Жизнью сей непокоренным мудрецам хвалу воздам,
Слушай дальше, если дух мой не взовьется к небесам.

Турачей Асмат я отдал и дошел до забытья,
Там упал и обмер, сила изменила мне моя;
А когда очнулся, слышал – громко плакали друзья,
Окружив меня, как будто те – пловцы, а я – ладья.

Во дворце на пышном ложе я лежал, как неживой.
Царь с царицей неутешно горевали надо мной,
На своих щеках ногтями след чертили кровяной.
Маги званые сказали, что сражен я сатаной.

И лишь только я очнулся, чуть коснулся свет очей,
Царь воззвал: "Ты жив, о сын мой, слово вымолви скорей!"
Не разжал я уст и вздрогнул, как безумный средь людей.
Снова я упал и обмер, кровяной лия ручей.

Все ученые смущались тяжким недугом моим,
Все в руках Коран держали и читали над больным,
Я не слушал их, болтали, будто – бесом одержим,
Был три дня в бездушном теле тот огонь неугасим.

Лекаря, дивясь, решили: "Знаем мы, чем болен он:
Не томим ничем лечимым, но тоскою истощен.
Зачастую, как безумный, гнал я выкриками сон;
Царских слез росой обильной был я щедро окроплен.

Так, ни жив ни мертв, лежал я во дворце три дня без сил.
А потом господь сознанье мне внезапно прояснил,
Догадался я, несчастный, отчего мне свет не мил,
И терпения у бога всемогущего просил.

Я сказал: "Создатель, сжалься над повергнутым рабом,
Превозмочь мученья дай мне, позаботься о больном,
Здесь любовь свою я выдам, отведи меня в мой дом".
И железным стало сердце, закаленное творцом.

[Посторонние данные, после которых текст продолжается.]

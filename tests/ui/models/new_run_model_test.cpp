// SPDX-FileCopyrightText: The Vialkeeper developers
// SPDX-License-Identifier: GPL-3.0-or-later
#include <QAbstractItemModelTester>
#include <QTest>
#include <catch2/catch.hpp>
#include <set>

#include "app/run_templates.h"
#include "charge/plan_reader.h"
#include "ui/models/new_run_model.h"
#include "ui/models/qt_text.h"
#include "ui/workplace_fixture.h"

using namespace vialkeeper;

namespace {

struct NewRunBench {
  tests::WorkplaceFixture fixture;
  std::unique_ptr<ui::NotebookLink> link = fixture.link();
  ui::NewRunModel model{*link};

  void start() { model.reset(); }
  void choose(int row) {
    model.choose(row);
    REQUIRE(QTest::qWaitFor([this] { return !model.isWorking(); }, 30'000));
  }
  int rowOf(const QString& title) {
    for (int row = 0; row < model.sources().rowCount(); ++row)
      if (model.sources().source(row).title == title) return row;
    FAIL("no source " << title.toStdString());
    return -1;
  }
};

const QString kPivalic = QStringLiteral("Indoline dehydrogenation, pivalic acid 10 mol%");

}  // namespace

TEST_CASE("every template of the program can be read and has a title of its own",
          "[ui][identity]") {
  REQUIRE(app::runTemplates().size() >= 10);
  std::set<std::string> titles;
  for (const text::EmbeddedFile& file : app::runTemplates()) {
    const auto plan = charge::readPlan(std::string(file.contents), std::string(file.name));
    INFO(file.name);
    REQUIRE(plan);
    CHECK(titles.insert(plan->title).second);
  }
}

TEST_CASE("a run from a template is what its preview showed", "[ui][identity]") {
  NewRunBench bench;
  QAbstractItemModelTester sources(&bench.model.sources(),
                                   QAbstractItemModelTester::FailureReportingMode::Fatal);
  QAbstractItemModelTester preview(&bench.model.preview(),
                                   QAbstractItemModelTester::FailureReportingMode::Fatal);
  bench.start();
  bench.choose(bench.rowOf(kPivalic));
  CHECK(bench.model.sourceFault().isEmpty());
  CHECK(bench.model.suggested().title == kPivalic);
  CHECK(bench.model.suggested().series == QStringLiteral("acid additives"));
  CHECK(bench.model.preview().rowCount() == 6);
  CHECK(bench.model.notices().join(QString()).contains(QStringLiteral("New on the shelf")));
  CHECK(bench.link->notebook().summary()->runs == 0);
  const auto made = bench.model.create(
      {QStringLiteral("Mine"), QStringLiteral("a series"), QStringLiteral("whether it works")});
  REQUIRE(made);
  const auto run = bench.link->notebook().run(*made);
  REQUIRE(run);
  CHECK(run->title == "Mine");
  CHECK(run->series == "a series");
  CHECK(run->aim == "whether it works");
  CHECK(run->person == "KW");
  CHECK(bench.link->notebook().components(*made)->size() == 6);
}

TEST_CASE("a run from an earlier one remembers it, found by its code", "[ui][identity]") {
  NewRunBench bench;
  const app::RowNumber original = bench.fixture.addRun(*bench.link);
  bench.start();
  bench.model.sources().setFilter(QStringLiteral(" kw-0001 "));
  REQUIRE(bench.model.sources().rowCount() >= 1);
  CHECK(bench.model.sources().source(0).run.n == original);
  bench.choose(0);
  CHECK(bench.model.notices().join(QString()).contains(QStringLiteral("New on the shelf")) ==
        false);
  const auto made = bench.model.create(bench.model.suggested());
  REQUIRE(made);
  CHECK(bench.link->notebook().run(*made)->clonedFrom == original);
}

TEST_CASE("what cannot be made is refused beside its field and nothing is written",
          "[ui][identity]") {
  NewRunBench bench;
  bench.start();
  using Field = ui::NewRunModel::Field;
  const auto refused = [&](const ui::NewRunModel::Words& words) {
    const auto made = bench.model.create(words);
    REQUIRE_FALSE(made);
    REQUIRE_FALSE(made.error().empty());
    CHECK_FALSE(made.error().front().sentence.isEmpty());
    return made.error().front().field;
  };
  CHECK(refused({QStringLiteral("x"), {}, {}}) == Field::kSource);
  bench.choose(0);
  CHECK(refused({QStringLiteral("  "), {}, {}}) == Field::kTitle);
  CHECK(refused({QStringLiteral("x"), QStringLiteral("two\nlines"), {}}) == Field::kSeries);
  const std::string bad = bench.fixture.folder().write("bad.toml", "format = \"no plan\"");
  REQUIRE(bench.model.sources().offerFile(ui::toQt(bad)));
  bench.choose(0);
  CHECK_FALSE(bench.model.sourceFault().isEmpty());
  CHECK(refused({QStringLiteral("x"), {}, {}}) == Field::kSource);
  CHECK_FALSE(bench.model.sources().offerFile(QStringLiteral("/nowhere/plan.toml")));
  bench.link->setPerson({});
  CHECK(refused({QStringLiteral("x"), {}, {}}) == Field::kSource);
  CHECK(bench.link->notebook().summary()->revisions == 0);
}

Я привстал. Ко мне ходили люди царские гурьбой,
И царю они сказали: "Встал без помощи больной.
Властелин вбежал в волненье с обнаженной головой,
Он творца прославил громкой, люди – тихою хвалой.

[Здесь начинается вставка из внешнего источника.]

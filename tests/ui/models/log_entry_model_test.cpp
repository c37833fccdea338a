// SPDX-FileCopyrightText: The Vialkeeper developers
// SPDX-License-Identifier: GPL-3.0-or-later
#include "ui/models/log_entry_model.h"

#include <QSignalSpy>
#include <catch2/catch.hpp>

#include "ui/models/log_stamps.h"
#include "ui/models/qt_text.h"
#include "ui/workplace_fixture.h"

using namespace vialkeeper;
using Standing = ui::LogEntryModel::Standing;

namespace {

struct Bench {
  tests::WorkplaceFixture fixture;
  std::unique_ptr<ui::NotebookLink> link = fixture.link();
  ui::ActionHistory history;
  ui::OpenRun run{*link, history};
  ui::LogEntryModel entry{run};

  Bench() { REQUIRE(run.open(fixture.addRun(*link))); }

  Standing type(const char* line) {
    entry.setLine(QString::fromUtf8(line));
    return entry.standing();
  }
  std::string sentence() const { return ui::toUtf8(entry.sentence()); }
};

}  // namespace

TEST_CASE("a line is read with every key and says how it reads", "[ui][identity]") {
  Bench bench;
  CHECK(bench.type("") == Standing::kEmpty);
  CHECK(bench.sentence().empty());
  CHECK(bench.type("p 0.38 bar 35 C") == Standing::kReads);
  CHECK(bench.sentence() == "reads as: pressure 0.38 bar gauge at 35 °C, now (09:00)");
  CHECK(bench.type("p ") == Standing::kUnfinished);
  CHECK(bench.type("p 0.38") == Standing::kUnfinished);
  CHECK(bench.type("deep amber") == Standing::kReads);
}

TEST_CASE("a doubtful line points at the place, is not logged, and can be kept as it is",
          "[ui][identity]") {
  Bench bench;
  CHECK(bench.type("p 0.42 bra") == Standing::kDoubtful);
  REQUIRE(bench.entry.doubtPlace());
  CHECK(bench.entry.doubtPlace()->first == 7);
  CHECK(bench.entry.doubtPlace()->second == 3);
  CHECK(bench.sentence().starts_with("looks like pressure, but "));
  CHECK(bench.entry.canKeepAsText());
  CHECK_FALSE(bench.entry.commit().done);
  CHECK(bench.entry.line() == QStringLiteral("p 0.42 bra"));
  CHECK(bench.run.events().empty());
  CHECK(bench.entry.commit(true).done);
  CHECK(bench.entry.line().isEmpty());
  REQUIRE(bench.run.events().size() == 1);
  CHECK(bench.run.events().front().event.kind == "observation");
}

TEST_CASE("the place of a doubt counts characters, not bytes", "[ui][identity]") {
  Bench bench;
  CHECK(bench.type("h2 12,3 % µµ") != Standing::kEmpty);
  CHECK(bench.type("aliquot 50 µL µ 35") != Standing::kEmpty);
  if (bench.entry.doubtPlace()) {
    const auto [at, length] = *bench.entry.doubtPlace();
    CHECK(at + length <= bench.entry.line().size());
  }
}

TEST_CASE("a line that was not finished waits while another run is open", "[ui][identity]") {
  Bench bench;
  const app::RowNumber first = bench.run.run().n;
  bench.type("p 0.4");
  REQUIRE(bench.run.open(bench.fixture.addRun(*bench.link)));
  CHECK(bench.entry.line().isEmpty());
  bench.type("deep");
  REQUIRE(bench.run.open(first));
  CHECK(bench.entry.line() == QStringLiteral("p 0.4"));
}

TEST_CASE("a line that a stamp began is unfinished, not in doubt", "[ui][identity]") {
  Bench bench;
  bench.entry.begin(QStringLiteral("p  bar 35 C"));
  CHECK(bench.entry.standing() == Standing::kUnfinished);
  CHECK(bench.type("p 0.38 bar 35 C") == Standing::kReads);
  CHECK(bench.type("p x bar 35 C") == Standing::kDoubtful);
}

TEST_CASE("the time field is read too", "[ui][identity]") {
  Bench bench;
  bench.type("vent");
  bench.entry.setAt(QStringLiteral("20 min ago"));
  CHECK(bench.entry.standing() == Standing::kReads);
  CHECK(bench.sentence().find("08:40") != std::string::npos);
  for (const auto* bad : {"23:59", "25:00", "tomorrow", "20 min", "-", "\xF0\x9F\x92\xA7"}) {
    INFO(bad);
    bench.entry.setAt(QString::fromUtf8(bad));
    CHECK(bench.entry.standing() == Standing::kBadTime);
    CHECK_FALSE(bench.entry.commit().done);
    CHECK(bench.entry.at() == QString::fromUtf8(bad));
  }
  CHECK(bench.run.events().empty());
  bench.entry.setAt(QStringLiteral("20 min ago"));
  CHECK(bench.entry.commit().done);
  CHECK(bench.entry.at().isEmpty());
  REQUIRE(bench.run.events().size() == 1);
}

TEST_CASE("a pressure that the vial cannot hold is questioned, and kept when that was meant",
          "[ui][identity]") {
  Bench bench;
  QSignalSpy failed(&bench.entry, &ui::LogEntryModel::failed);
  bench.entry.setLine(QStringLiteral("p 420 bar"));
  CHECK_FALSE(bench.entry.commit().done);
  CHECK(bench.entry.isQuestioned());
  REQUIRE(failed.count() == 1);
  CHECK(failed.front().front().toString().contains(QStringLiteral("420 mbar")));
  CHECK(bench.run.events().empty());
  CHECK(bench.entry.line() == QStringLiteral("p 420 bar"));
  CHECK(bench.entry.commit(true).done);
  CHECK(bench.run.events().size() == 1);
  CHECK_FALSE(bench.entry.isQuestioned());
}

TEST_CASE("a correction fills the line and keeps the original's time", "[ui][identity]") {
  Bench bench;
  tests::requireDone(bench.run.log(QStringLiteral("p 4.2 bar 35 C"), QStringLiteral("20 min ago"), {.accepted = true}));
  const auto before = bench.run.events().front().event.at;
  bench.entry.startCorrection(1);
  CHECK(bench.entry.task() == ui::LogEntryModel::Task::kCorrection);
  CHECK(bench.entry.line() == QStringLiteral("p 4.2 bar 35 C"));
  CHECK_FALSE(bench.entry.taskSentence().isEmpty());
  bench.entry.setLine(QStringLiteral("p 0.42 bar 35 C"));
  CHECK(bench.entry.commit().done);
  CHECK(bench.entry.task() == ui::LogEntryModel::Task::kNew);
  REQUIRE(bench.run.events().size() == 2);
  for (const auto& each : bench.run.events()) CHECK(each.event.at == before);
  // What was corrected cannot be corrected again: the new one can.
  QSignalSpy failed(&bench.entry, &ui::LogEntryModel::failed);
  bench.entry.startCorrection(1);
  CHECK(bench.entry.task() == ui::LogEntryModel::Task::kNew);
  CHECK(failed.size() == 1);
}

TEST_CASE("where the state wants a reason a withdrawal asks for it first", "[ui][identity]") {
  Bench bench;
  tests::requireDone(bench.run.log(QStringLiteral("lamp on")));
  tests::requireDone(bench.run.log(QStringLiteral("p 0.42 bar 35 C")));
  tests::requireDone(bench.run.record({.yield = "60 %"}));
  bench.entry.startWithdrawal(2);
  CHECK(bench.entry.task() == ui::LogEntryModel::Task::kWithdrawal);
  CHECK(bench.entry.wantsReason());
  CHECK_FALSE(bench.entry.commit().done);
  CHECK(bench.run.events().size() == 2);
  bench.entry.setReason(QStringLiteral("read from the wrong gauge"));
  CHECK(bench.entry.commit().done);
  CHECK(bench.run.events().size() == 3);
  CHECK(bench.entry.task() == ui::LogEntryModel::Task::kNew);
}

TEST_CASE("stamps log at once or begin a line with the cursor at the value", "[ui][identity]") {
  app::VialStrip strip;
  CHECK(ui::stampDeed(ui::Stamp::kLamp, strip, {}).line == QStringLiteral("lamp on"));
  CHECK(ui::stampWord(ui::Stamp::kLamp, true) == QStringLiteral("Lamp off"));
  strip.lampIsOn = true;
  strip.temperature = app::LastReading{.value = 35.0};
  CHECK(ui::stampDeed(ui::Stamp::kLamp, strip, {}).line == QStringLiteral("lamp off"));
  const auto pressure = ui::stampDeed(ui::Stamp::kPressure, strip, {});
  CHECK(pressure.line == QStringLiteral("p  bar 35 C"));
  CHECK(pressure.cursor == 2);
  CHECK(ui::stampDeed(ui::Stamp::kPressure, strip, QStringLiteral("0.4 bar")).line ==
        QStringLiteral("p 0.4 bar"));
  // What a stamp begins is what the log reads once the figure is there.
  for (const ui::Stamp stamp : ui::kStamps) {
    const auto deed = ui::stampDeed(stamp, strip, {});
    if (deed.how == ui::StampDeed::How::kChooseFile) continue;
    QString line = deed.line;
    if (deed.how == ui::StampDeed::How::kBegin) line.insert(deed.cursor, QStringLiteral("12"));
    INFO(ui::toUtf8(line));
    CHECK_FALSE(app::readLogLine(ui::toUtf8(line)).doubt);
  }
}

Дали мне испить чего-то, отхлебнул я влаги той
И промолвил: "Государь мой, тело вновь сошлось с душой".
Захотел я дол изъездить вдоль излучины речной;
Привели коня, и сел я, и поехал царь со мной.

Мы пробрались по долине, долгий видели поток,
К дому царь со мной доехал, я вступил на свой порог:
Дома вновь предался власти прежних болей и тревог,
Прошептал: "Приблизься гибель, я от жизни изнемог!"

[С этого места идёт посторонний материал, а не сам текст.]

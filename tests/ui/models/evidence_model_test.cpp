// SPDX-FileCopyrightText: The Vialkeeper developers
// SPDX-License-Identifier: GPL-3.0-or-later
#include "ui/models/evidence_model.h"

#include <QAbstractItemModelTester>
#include <QElapsedTimer>
#include <QFile>
#include <QSignalSpy>
#include <QTest>
#include <catch2/catch.hpp>
#include <cmath>

#include "ui/models/dataset_preview.h"
#include "ui/models/evidence_import.h"
#include "ui/models/qt_text.h"
#include "ui/workplace_fixture.h"

using namespace vialkeeper;

namespace {

constexpr auto kFatal = QAbstractItemModelTester::FailureReportingMode::Fatal;

// Byte for byte: with a comment, Windows line ends, a gap and no line end at the end.
const std::string kTable =
    "# cat = 0.002 mol/L\r\ntime [h],amine [mol/L]\r\n0,0.1\r\n2,\r\n1,0.08\r\n4,n/a\r\n3,0.05";

struct Bench {
  tests::WorkplaceFixture fixture;
  std::unique_ptr<ui::NotebookLink> link = fixture.link();
  ui::ActionHistory history;
  ui::OpenRun run{*link, history};
  ui::EvidenceModel model{run};
  QAbstractItemModelTester tester{&model, kFatal};
  ui::EvidenceImport import{run};

  Bench() { REQUIRE(run.open(fixture.addRun(*link))); }

  ui::EvidenceContentPtr content(int row) {
    const auto read = ui::readEvidence(link->notebook(), *model.itemAt(row));
    REQUIRE(read);
    return *read;
  }
};

}  // namespace

TEST_CASE("an imported table is kept byte for byte and linked to the run", "[ui][identity]") {
  Bench bench;
  QSignalSpy imported(&bench.import, &ui::EvidenceImport::imported);
  const std::string file = bench.fixture.folder().write("course.csv", kTable);
  bench.import.start(ui::toQt(file), QStringLiteral("course"));
  CHECK(bench.import.isRunning());
  REQUIRE(QTest::qWaitFor([&] { return imported.size() == 1; }, 10'000));
  CHECK_FALSE(bench.import.isRunning());
  REQUIRE(bench.model.rowCount() == 1);
  const auto content = bench.content(0);
  CHECK(content->bytes == kTable);
  CHECK(content->sha256.size() == 64);
  CHECK(ui::recipeOf(*content).contains(QStringLiteral("cat = 0.002 mol/L")));
  // The cell that is no number is told with its line.
  const auto notices = imported.front().at(1).value<text::Notices>();
  REQUIRE(notices.size() == 1);
  CHECK(notices.front().text.find("line 6") != std::string::npos);
}

TEST_CASE("the preview shows every number, gaps by a word, and curves in the order of the first",
          "[ui][identity]") {
  Bench bench;
  QSignalSpy imported(&bench.import, &ui::EvidenceImport::imported);
  bench.import.start(ui::toQt(bench.fixture.folder().write("course.csv", kTable)),
                     QStringLiteral("course"));
  REQUIRE(QTest::qWaitFor([&] { return imported.size() == 1; }, 10'000));
  const auto content = bench.content(0);
  ui::DatasetTableModel table;
  QAbstractItemModelTester tester(&table, kFatal);
  table.show(content);
  CHECK(table.rowCount() == 5);
  CHECK(table.columnCount() == 2);
  CHECK(table.index(0, 1).data().toString() == QStringLiteral("0.1"));
  CHECK(table.index(1, 1).data().toString() == QStringLiteral("gap"));
  CHECK(table.headerData(1, Qt::Horizontal, Qt::DisplayRole).toString() ==
        QStringLiteral("amine [mol/L]"));
  const auto curves = ui::curvesOf(*content);
  REQUIRE(curves.size() == 1);
  CHECK(curves.front().x == std::vector<double>{0.0, 1.0, 2.0, 3.0, 4.0});
  CHECK(curves.front().y[1] == 0.08);
  CHECK(std::isnan(curves.front().y[2]));
}

TEST_CASE("a file that is no table is refused with a sentence and leaves nothing",
          "[ui][identity]") {
  Bench bench;
  QSignalSpy refused(&bench.import, &ui::EvidenceImport::refused);
  int expected = 0;
  for (const auto* text : {"", "time [h]\n", "amine [mol/L]\n0.1\n", "time [h],x\n1\n"}) {
    INFO(text);
    bench.import.start(ui::toQt(bench.fixture.folder().write("bad.csv", text)),
                       QStringLiteral("course"));
    ++expected;
    REQUIRE(QTest::qWaitFor([&] { return refused.size() == expected; }, 10'000));
  }
  bench.import.start(QStringLiteral("/nowhere/at/all.csv"), QStringLiteral("course"));
  REQUIRE(QTest::qWaitFor([&] { return refused.size() == expected + 1; }, 10'000));
  CHECK(bench.model.rowCount() == 0);
  CHECK(bench.link->notebook().datasetsOf(bench.run.run().n)->empty());
}

TEST_CASE("a photo of the log is evidence too, byte for byte", "[ui][identity]") {
  Bench bench;
  const std::string bytes("\x89PNG\r\n\x1a\n no picture really \0 at all", 35);
  const std::string file = bench.fixture.folder().write("vial 3.png", bytes);
  tests::requireDone(bench.run.log(QStringLiteral("photo ") + ui::toQt(file)));
  REQUIRE(bench.model.rowCount() == 1);
  CHECK(bench.content(0)->bytes == bytes);
  CHECK_FALSE(bench.content(0)->isDataset());
}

И от слез неосушимых стал шафрана я желтей,
Думы сердце рассекали, словно тысячи мечей,
Вратарем, вошедшим в спальню, уведен был казначей;
Думал я: что знает этот или тот? И ждал вестей.

"Раб Асмат", – "Впустите!" – было приказание дано,
Тот вошел с письмом любовным, странно было мне оно,
Усмехнулся: как другою будет сердце сожжено?
Мог ли эту заподозрить? Мне ли это суждено?

Изумился я: чем вызван дерзкой женщины призыв?
Если буду несговорчив, то, невеждою прослыв,
У нее, отняв надежду, злобный вызову порыв.
Мой ответ на то посланье был любезен и красив.